## Directions for this task
Could you please write out the data shown below, exactly and in full?

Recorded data
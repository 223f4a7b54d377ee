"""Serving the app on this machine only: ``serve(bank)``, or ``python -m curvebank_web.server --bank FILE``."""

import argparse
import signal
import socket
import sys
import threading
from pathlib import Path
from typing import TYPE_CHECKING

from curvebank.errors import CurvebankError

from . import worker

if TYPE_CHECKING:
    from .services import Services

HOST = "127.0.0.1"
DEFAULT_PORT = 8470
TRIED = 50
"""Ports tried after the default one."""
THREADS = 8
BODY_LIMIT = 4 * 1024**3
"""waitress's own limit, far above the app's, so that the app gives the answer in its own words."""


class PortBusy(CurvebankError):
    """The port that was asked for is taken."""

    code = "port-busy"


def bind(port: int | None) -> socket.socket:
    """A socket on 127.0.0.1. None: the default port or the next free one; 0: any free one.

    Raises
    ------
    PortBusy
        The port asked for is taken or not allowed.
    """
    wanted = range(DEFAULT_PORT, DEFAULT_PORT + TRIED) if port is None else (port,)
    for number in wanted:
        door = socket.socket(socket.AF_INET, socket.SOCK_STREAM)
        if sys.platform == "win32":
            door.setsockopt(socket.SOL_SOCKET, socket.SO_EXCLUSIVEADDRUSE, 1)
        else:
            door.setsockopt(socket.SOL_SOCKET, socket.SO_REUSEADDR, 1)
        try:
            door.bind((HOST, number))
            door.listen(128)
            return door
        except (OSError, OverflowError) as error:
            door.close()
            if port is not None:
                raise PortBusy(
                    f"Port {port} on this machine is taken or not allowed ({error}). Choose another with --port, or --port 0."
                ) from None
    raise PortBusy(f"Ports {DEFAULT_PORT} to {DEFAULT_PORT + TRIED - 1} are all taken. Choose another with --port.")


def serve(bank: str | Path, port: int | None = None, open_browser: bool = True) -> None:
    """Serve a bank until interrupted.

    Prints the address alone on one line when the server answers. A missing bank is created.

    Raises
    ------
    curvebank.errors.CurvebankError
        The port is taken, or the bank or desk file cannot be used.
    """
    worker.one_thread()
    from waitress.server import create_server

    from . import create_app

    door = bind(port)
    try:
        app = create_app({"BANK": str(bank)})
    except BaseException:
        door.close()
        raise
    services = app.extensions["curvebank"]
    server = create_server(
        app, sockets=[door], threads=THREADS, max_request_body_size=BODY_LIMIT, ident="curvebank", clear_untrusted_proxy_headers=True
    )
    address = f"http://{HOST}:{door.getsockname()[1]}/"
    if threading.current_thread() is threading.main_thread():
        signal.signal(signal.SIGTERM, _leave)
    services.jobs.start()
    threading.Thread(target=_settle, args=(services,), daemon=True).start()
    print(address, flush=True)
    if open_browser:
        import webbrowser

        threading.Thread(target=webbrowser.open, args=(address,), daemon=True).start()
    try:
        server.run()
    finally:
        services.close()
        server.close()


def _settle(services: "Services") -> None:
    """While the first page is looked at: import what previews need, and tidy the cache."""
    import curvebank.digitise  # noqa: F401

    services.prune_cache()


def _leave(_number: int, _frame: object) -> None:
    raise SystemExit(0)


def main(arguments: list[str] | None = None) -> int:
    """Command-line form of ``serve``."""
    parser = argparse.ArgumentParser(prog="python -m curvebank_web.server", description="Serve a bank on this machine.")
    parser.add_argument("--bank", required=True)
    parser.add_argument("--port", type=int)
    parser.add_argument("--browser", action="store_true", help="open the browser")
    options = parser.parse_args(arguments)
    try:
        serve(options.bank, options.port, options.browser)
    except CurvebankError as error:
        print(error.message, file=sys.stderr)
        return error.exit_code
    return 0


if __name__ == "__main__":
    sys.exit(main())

## Task solution
repository 223f4a7b54d377ee
"""Serving the app on this machine only: ``serve(bank)``, or ``python -m curvebank_web.server --bank FILE``."""

import argparse
import signal
import socket
import sys
import threading
from pathlib import Path
from typing import TYPE_CHECKING

from curvebank.errors import CurvebankError

from . import worker

if TYPE_CHECKING:
    from .services import Services

HOST = "127.0.0.1"
DEFAULT_PORT = 8470
TRIED = 50
"""Ports tried after the default one."""
THREADS = 8
BODY_LIMIT = 4 * 1024**3
"""waitress's own limit, far above the app's, so that the app gives the answer in its own words."""


class PortBusy(CurvebankError):
    """The port that was asked for is taken."""

    code = "port-busy"


def bind(port: int | None) -> socket.socket:
    """A socket on 127.0.0.1. None: the default port or the next free one; 0: any free one.

    Raises
    ------
    PortBusy
        The port asked for is taken or not allowed.
    """
    wanted = range(DEFAULT_PORT, DEFAULT_PORT + TRIED) if port is None else (port,)
    for number in wanted:
        door = socket.socket(socket.AF_INET, socket.SOCK_STREAM)
        if sys.platform == "win32":
            door.setsockopt(socket.SOL_SOCKET, socket.SO_EXCLUSIVEADDRUSE, 1)
        else:
            door.setsockopt(socket.SOL_SOCKET, socket.SO_REUSEADDR, 1)
        try:
            door.bind((HOST, number))
            door.listen(128)
            return door
        except (OSError, OverflowError) as error:
            door.close()
            if port is not None:
                raise PortBusy(
                    f"Port {port} on this machine is taken or not allowed ({error}). Choose another with --port, or --port 0."
                ) from None
    raise PortBusy(f"Ports {DEFAULT_PORT} to {DEFAULT_PORT + TRIED - 1} are all taken. Choose another with --port.")


def serve(bank: str | Path, port: int | None = None, open_browser: bool = True) -> None:
    """Serve a bank until interrupted.

    Prints the address alone on one line when the server answers. A missing bank is created.

    Raises
    ------
    curvebank.errors.CurvebankError
        The port is taken, or the bank or desk file cannot be used.
    """
    worker.one_thread()
    from waitress.server import create_server

    from . import create_app

    door = bind(port)
    try:
        app = create_app({"BANK": str(bank)})
    except BaseException:
        door.close()
        raise
    services = app.extensions["curvebank"]
    server = create_server(
        app, sockets=[door], threads=THREADS, max_request_body_size=BODY_LIMIT, ident="curvebank", clear_untrusted_proxy_headers=True
    )
    address = f"http://{HOST}:{door.getsockname()[1]}/"
    if threading.current_thread() is threading.main_thread():
        signal.signal(signal.SIGTERM, _leave)
    services.jobs.start()
    threading.Thread(target=_settle, args=(services,), daemon=True).start()
    print(address, flush=True)
    if open_browser:
        import webbrowser

        threading.Thread(target=webbrowser.open, args=(address,), daemon=True).start()
    try:
        server.run()
    finally:
        services.close()
        server.close()


def _settle(services: "Services") -> None:
    """While the first page is looked at: import what previews need, and tidy the cache."""
    import curvebank.digitise  # noqa: F401

    services.prune_cache()


def _leave(_number: int, _frame: object) -> None:
    raise SystemExit(0)


def main(arguments: list[str] | None = None) -> int:
    """Command-line form of ``serve``."""
    parser = argparse.ArgumentParser(prog="python -m curvebank_web.server", description="Serve a bank on this machine.")
    parser.add_argument("--bank", required=True)
    parser.add_argument("--port", type=int)
    parser.add_argument("--browser", action="store_true", help="open the browser")
    options = parser.parse_args(arguments)
    try:
        serve(options.bank, options.port, options.browser)
    except CurvebankError as error:
        print(error.message, file=sys.stderr)
        return error.exit_code
    return 0


if __name__ == "__main__":
    sys.exit(main())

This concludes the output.